In this paper, the SABC-GB, which is based on self-adaptive strategies, is proposed. We modify the employed bee phase to improve the global optimal capability of the SABC-GB algorithm and use a novel probabilistic method to enhance the search ability of the onlooker bee phase. Furthermore, we change the initialization phase to avoid local minima, i.e., SABC-GB adopts chaotic systems and opposition-based learning method to initialize the population. The remainder of this paper is organized as follows. Section 2 summarizes the conventional ABC algorithm and K-means algorithms. The SABC-GB algorithm is present and analyzed in Sect. 3. In Sect. 4, we present and discuss the results of a series of experiments. The paper concludes with a discussion in Sect. 5.

2 Related work

2.1 Artificial bee colony algorithm

In the ABC algorithm, the location of a food source represents a feasible solution of the optimization problem, and the quality of solution is referred to as the fitness. There are three kinds of bees in the ABC algorithm: employed bees, onlooker bees, and scout bees. In the algorithmic model, the number of employed bees is always equal to the number of onlooker bees. It is important to note that the three types of bees can transmute into each other. In the initial stage, the population P is produced according to Eq. (1).

$$\begin{aligned} P = Lbound + rand_1*(Ubound - Lbound) \end{aligned}$$

(1)

where Lbound and Ubound are the lower and upper bounds, respectively, and \(rand_1\) is a random number from 0 to 1.

Each solution of P is a D-dimensional vector. The employed bees search for all the food sources for a maximum of MaxFES iterations. The search equation is shown as (2).

$$\begin{aligned} {V_{i,j}} = {X_{i,j}} + rand_2*({X_{i,j}} - {X_{k,j}}) \end{aligned}$$

(2)

where i represents the current individual, \(k,j \in \{ 1,2,\ldots ,SN\}\), \({k \ne j \ne i}\), \({rand_2 \in ( - 1,1)}\), and \({V_{i,j}}\) is the new solution in the next generation.

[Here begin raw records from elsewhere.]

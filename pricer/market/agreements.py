"""Terms of the agreement under which the trades of a netting set are collateralised and closed out."""

from __future__ import annotations

import math
from dataclasses import dataclass
from enum import StrEnum


class Collateral(StrEnum):
    """Who posts variation collateral."""

    NONE = "none"
    TWO_WAY = "two-way"
    ONE_WAY_TO_DESK = "one-way to desk"  # only the counterparty posts
    ONE_WAY_TO_COUNTERPARTY = "one-way to counterparty"  # only the desk posts

    @property
    def counterparty_posts(self) -> bool:
        return self in (Collateral.TWO_WAY, Collateral.ONE_WAY_TO_DESK)

    @property
    def desk_posts(self) -> bool:
        return self in (Collateral.TWO_WAY, Collateral.ONE_WAY_TO_COUNTERPARTY)


class CloseOut(StrEnum):
    """What the claim of a close-out is measured by."""

    RISK_FREE_MARK = "risk-free mark"  # the value without credit and funding
    REPLACEMENT_VALUE = "replacement value"  # the value with them


@dataclass(frozen=True, slots=True)
class Agreement:
    """One netting set's terms; amounts in ``currency``, seen from the desk.

    ``counterparty_threshold`` is the exposure of the desk that stays uncovered before the
    counterparty posts, ``desk_threshold`` the counterparty's before the desk posts.
    ``independent_amount`` is held by the desk whatever the exposure (negative: posted by it).
    ``collateral_spread`` is what collateral earns its poster above the standard curve of
    ``currency``, continuous per year. ``margin_period_days`` are the business days from the
    last collateral received to the close-out.
    """

    netting_set: str
    counterparty: str
    currency: str
    collateral: Collateral = Collateral.NONE
    counterparty_threshold: float = 0.0
    desk_threshold: float = 0.0
    minimum_transfer_amount: float = 0.0
    independent_amount: float = 0.0
    collateral_spread: float = 0.0
    margin_period_days: int = 0
    close_out: CloseOut = CloseOut.RISK_FREE_MARK

    def __post_init__(self) -> None:
        who = f"netting set {self.netting_set}"
        for name in ("counterparty_threshold", "desk_threshold", "minimum_transfer_amount"):
            amount = getattr(self, name)
            if not (math.isfinite(amount) and amount >= 0.0):
                raise ValueError(f"{who}: the {name.replace('_', ' ')} must be a number from 0 up; got {amount}")
        for name in ("independent_amount", "collateral_spread"):
            if not math.isfinite(getattr(self, name)):
                raise ValueError(f"{who}: the {name.replace('_', ' ')} must be a finite number")
        if self.margin_period_days < 0:
            raise ValueError(f"{who}: the margin period must be 0 business days or more; got {self.margin_period_days}")
        self._refuse_idle_terms(who)

    def _refuse_idle_terms(self, who: str) -> None:
        """A term without effect is more likely a mistake in the kind of collateral than meant."""
        silent = self.collateral is Collateral.NONE
        idle = (
            (f"counterparty threshold of {self.counterparty_threshold:g}", not self.collateral.counterparty_posts),
            (f"desk threshold of {self.desk_threshold:g}", not self.collateral.desk_posts),
            (f"minimum transfer amount of {self.minimum_transfer_amount:g}", silent),
            (f"margin period of {self.margin_period_days} business days", silent),
        )
        given = (
            self.counterparty_threshold,
            self.desk_threshold,
            self.minimum_transfer_amount,
            self.margin_period_days,
        )
        for (term, has_no_effect), value in zip(idle, given, strict=True):
            if has_no_effect and value:
                raise ValueError(
                    f'{who}: a {term} has no effect with collateral "{self.collateral}": clear it or correct the kind '
                    "of collateral"
                )
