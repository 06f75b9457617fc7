"""The forward equation's steps in time: compiled, some ten microseconds each."""

from __future__ import annotations

import numpy as np
from numba import njit
from numpy.typing import NDArray

Array = NDArray[np.float64]


@njit(cache=True, nogil=True, error_model="numpy")
def march(
    calls: Array,
    k: Array,
    down: Array,
    up: Array,
    rows: Array,
    lowest: Array,
    spacing: Array,
    lengths: Array,
    first_steps: int,
    steps: int,
    out: Array,
) -> None:
    """Fill ``out`` (m, n) with the calls of log-strikes ``k`` (n,) at the end of each of m pieces of time.

    ``calls`` (n,) at first; both ends keep their value. ``down``, ``up`` (n,): weights of the neighbours in
    ``c_kk - c_k``, less whose sum the point itself has. ``rows`` (m, nodes): local volatility of each piece at nodes
    from ``lowest`` (m,), ``spacing`` (m,) apart, linear between, constant beyond. ``lengths`` (m,) in years.
    The first piece is done in ``first_steps`` steps of implicit Euler, the others in ``steps`` of Crank-Nicolson,
    each by elimination without pivots, which diagonals above 1 do not need; a piece's steps share the pivots.
    """
    n, last = k.size, rows.shape[1] - 1
    below, above, ratio, inverse = np.zeros(n), np.zeros(n), np.zeros(n), np.ones(n)
    now, known = calls.copy(), np.zeros(n)
    for piece in range(lengths.size):
        count, implicit = (first_steps, 1.0) if piece == 0 else (steps, 0.5)
        explicit = 1.0 - implicit
        rate = 0.5 * lengths[piece] / count
        row = rows[piece]
        for j in range(1, n - 1):
            x = min(max((k[j] - lowest[piece]) / spacing[piece], 0.0), float(last))
            node = min(int(x), last - 1)
            sigma = row[node] + (x - node) * (row[node + 1] - row[node])
            below[j], above[j] = rate * sigma * sigma * down[j], rate * sigma * sigma * up[j]
            ratio[j] = implicit * below[j]
            pivot = 1.0 + implicit * (below[j] + above[j])
            if j > 1:
                ratio[j] *= inverse[j - 1]
                pivot -= ratio[j] * implicit * above[j - 1]
            inverse[j] = 1.0 / pivot
        known[0] = now[0]
        for _ in range(count):
            for j in range(1, n - 1):
                change = below[j] * (now[j - 1] - now[j]) + above[j] * (now[j + 1] - now[j])
                known[j] = now[j] + explicit * change + ratio[j] * known[j - 1]
            for j in range(n - 2, 0, -1):
                now[j] = (known[j] + implicit * above[j] * now[j + 1]) * inverse[j]
        out[piece] = now
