"""Two rate curves of which one never lies below the other: what one pays, and what one earns."""

from __future__ import annotations

from collections.abc import Sequence
from datetime import date
from itertools import pairwise

from pricer.market.curves import DiscountCurve

#: Forward rates that cross by no more than this are taken as equal.
RATE_ROUNDING = 1e-12


def check_order(paid: DiscountCurve, earned: DiscountCurve, paid_word: str, earned_word: str) -> None:
    """Raise ValueError where the forward rate earned exceeds the one paid: money for nothing.

    Both curves have the same dates. Zero rates in order are not enough: over a span in which
    they approach each other too fast the forward rates cross.
    """
    starts = (paid.valuation_date, *paid.dates)
    spans = zip(pairwise(starts), forward_rates(paid), forward_rates(earned), strict=True)
    for (start, end), pays, earns in spans:
        if earns > pays + RATE_ROUNDING:
            raise ValueError(
                f"{paid.curve_id}: from {start} to {end} the forward {earned_word} rate {100.0 * earns:.4f} % exceeds "
                f"the forward {paid_word} rate {100.0 * pays:.4f} %"
            )


def forward_rates(curve: DiscountCurve) -> list[float]:
    """The constant instantaneous forward rate of each span between quoted dates, continuous per year."""
    spans = zip(pairwise(curve.times), pairwise(curve.log_discount_factors), strict=True)
    return [(x - y) / (t - s) for (s, t), (x, y) in spans]


def average_forward_rate(curve: DiscountCurve, start: date, end: date) -> float:
    """Continuous forward rate from ``start`` to ``end``, per year of the curve's day count."""
    begin, finish = curve.time(start), curve.time(end)
    if finish <= begin:
        raise ValueError(f"curve {curve.curve_id}: a forward rate needs an end after its start; got {start} to {end}")
    return (curve.log_discount_factor(begin) - curve.log_discount_factor(finish)) / (finish - begin)


def as_curves(
    owner: str,
    currency: str,
    valuation_date: date,
    dates: Sequence[date],
    sides: Sequence[tuple[str, Sequence[float]]],
    day_count: str,
) -> list[DiscountCurve]:
    """A curve "owner side" of continuous zero rates (or spreads) for each (side, rates), all on the same dates."""
    return [
        DiscountCurve.from_zero_rates(f"{owner} {side}", currency, "", valuation_date, dates, rates, day_count)
        for side, rates in sides
    ]
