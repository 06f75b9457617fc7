"""Gates over fixings: leaps, days to come, days without trading, names nobody knows. Used, but reported."""

from __future__ import annotations

import math
from collections.abc import Iterator, Mapping
from datetime import date
from itertools import pairwise

from pricer.core.issues import Issue
from pricer.market.calendars import is_business_day
from pricer.market.findings import Locate, did_you_mean, nowhere, percent, warning
from pricer.market.fx import currencies_of
from pricer.market.market import Market
from pricer.market.underlying import Underlying

#: A fixing that moved from the one before by more than this (as a logarithm, per root of a calendar day) is reported.
PLAUSIBLE_MOVE = 0.35
#: The same for exchange rates; a pair entered the wrong way round is found by it unless it is near 1.
PLAUSIBLE_RATE_MOVE = 0.10
#: However long ago the one before was, so is one that moved by more than this factor.
PLAUSIBLE_FACTOR = 3.0


def fixing_gates(market: Market, place: Locate = nowhere) -> Iterator[tuple[Issue, str]]:
    """Warnings of all fixings, each with the fixing that it doubts as "fixings:NAME:YYYY-MM-DD", or an empty text.

    Silent about underlyings and pairs that the market was given but refused: that is told with them.
    ``place`` gives the cell of a fixing named as above, or None.
    """
    today = market.valuation_date
    rates = _tonights_rates(market)
    for name, levels in sorted(market.fixings.levels.items()):
        if name in market.rejected or name[3:] + name[:3] in market.rejected:
            continue
        underlying = market.underlyings.get(name)
        spot = underlying.spot if underlying is not None else rates.get(name)
        if spot is None:
            yield _unknown(name, min(levels), (*market.underlyings, *rates), place), ""
        yield from ((issue, "") for issue in _later(name, levels, today, place))
        if underlying is not None:
            yield from ((issue, "") for issue in _closed(underlying, levels, place))
        move = PLAUSIBLE_RATE_MOVE if underlying is None and spot is not None else PLAUSIBLE_MOVE
        yield from _leaps(name, levels, spot, move, today, place)


def _tonights_rates(market: Market) -> dict[str, float]:
    """Tonight's exchange rates: all quoted pairs, and those among the fixings that follow from them."""
    rates = {first + second: rate for (first, second), rate in market.fx.quotes.items()}
    for name in market.fixings.levels:
        try:
            rates.setdefault(name, market.fx.rate(*currencies_of(name)))
        except (LookupError, ValueError):  # an underlying, or a pair that the market does not know
            continue
    return rates


def _unknown(name: str, first: date, known: tuple[str, ...], place: Locate) -> Issue:
    return warning(
        place(f"fixings:{name}:{first}"),
        "fixings-of-unknown",
        f'fixings of "{name}"',
        "the id of an underlying, or a currency pair, of the market",
        f"{did_you_mean(name, known)}They are not used unless a trade names them so.",
    )


def _later(name: str, levels: Mapping[date, float], valuation_date: date, place: Locate) -> Iterator[Issue]:
    later = sorted(day for day in levels if day > valuation_date)
    if later:
        yield warning(
            place(f"fixings:{name}:{later[0]}"),
            "fixing-of-a-later-day",
            f"a fixing of {name} on {later[0]}, after the valuation date {valuation_date}",
            "fixings up to the valuation date",
            "Later ones are left out; correct the day if it is wrong.",
        )


def _closed(underlying: Underlying, levels: Mapping[date, float], place: Locate) -> Iterator[Issue]:
    name = underlying.underlying_id
    closed = [day for day in sorted(levels) if not is_business_day(underlying.calendar, day)]
    if closed:
        more = f" (and {len(closed) - 1} more days)" if len(closed) > 1 else ""
        yield warning(
            place(f"fixings:{name}:{closed[0]}"),
            "fixing-on-holiday",
            f"a fixing of {name} on {closed[0]}{more}, not a business day of calendar {underlying.calendar}",
            "fixings of trading days",
            "It is used if a trade observes that day; correct the day if it is wrong.",
        )


def _leaps(
    name: str, levels: Mapping[date, float], spot: float | None, move: float, valuation_date: date, place: Locate
) -> Iterator[tuple[Issue, str]]:
    known = sorted((day, level) for day, level in levels.items() if day <= valuation_date)
    if spot is not None and known:
        known.append((valuation_date, spot))
    for i, ((before, first), (day, second)) in enumerate(pairwise(known)):
        limit = min(move * math.sqrt(max((day - before).days, 1)), math.log(PLAUSIBLE_FACTOR))
        if abs(math.log(second / first)) > limit:
            is_spot = spot is not None and i == len(known) - 2
            what = f"tonight's price {second:g} of {name}" if is_spot else f"a fixing {second:g} of {name} on {day}"
            item = f"fixings:{name}:{before if is_spot else day}"
            yield (
                warning(
                    place(item),
                    "fixing-leaps",
                    f"{what}, {percent(second / first - 1.0, 1)} from the fixing {first:g} of {before}",
                    f"at most {percent(math.exp(limit) - 1.0)} up or {percent(1.0 - math.exp(-limit))} down in that "
                    "time",
                    "Check unit, day and currency, and whether a split or the like asks for adjusted fixings.",
                ),
                item,
            )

After gathering honey, the employed bees compare the quality of the former food source with that of the new food. If the quality of the new food is higher than that of the previous one, the bees will memorize the location of the new food source; otherwise, the old one is remained. When the search stage is finished, the employed bees go back to a dance area and transmit information about the food sources to the onlooker bees. According to this information, the onlooker bees choose good food sources from which to gather honey. The richer the source is, the higher the probability it will be selected. The computational formula is shown as (3).

$$\begin{aligned} {P_i} = fi{t_i}/\sum \limits _{k = 1}^{SN} {fi{t_k}} \end{aligned}$$

(3)

where \(fit_i\) is the fitness value of solution I, SN is the number of individuals, and \(P_i\) is the selection probability of the current solution.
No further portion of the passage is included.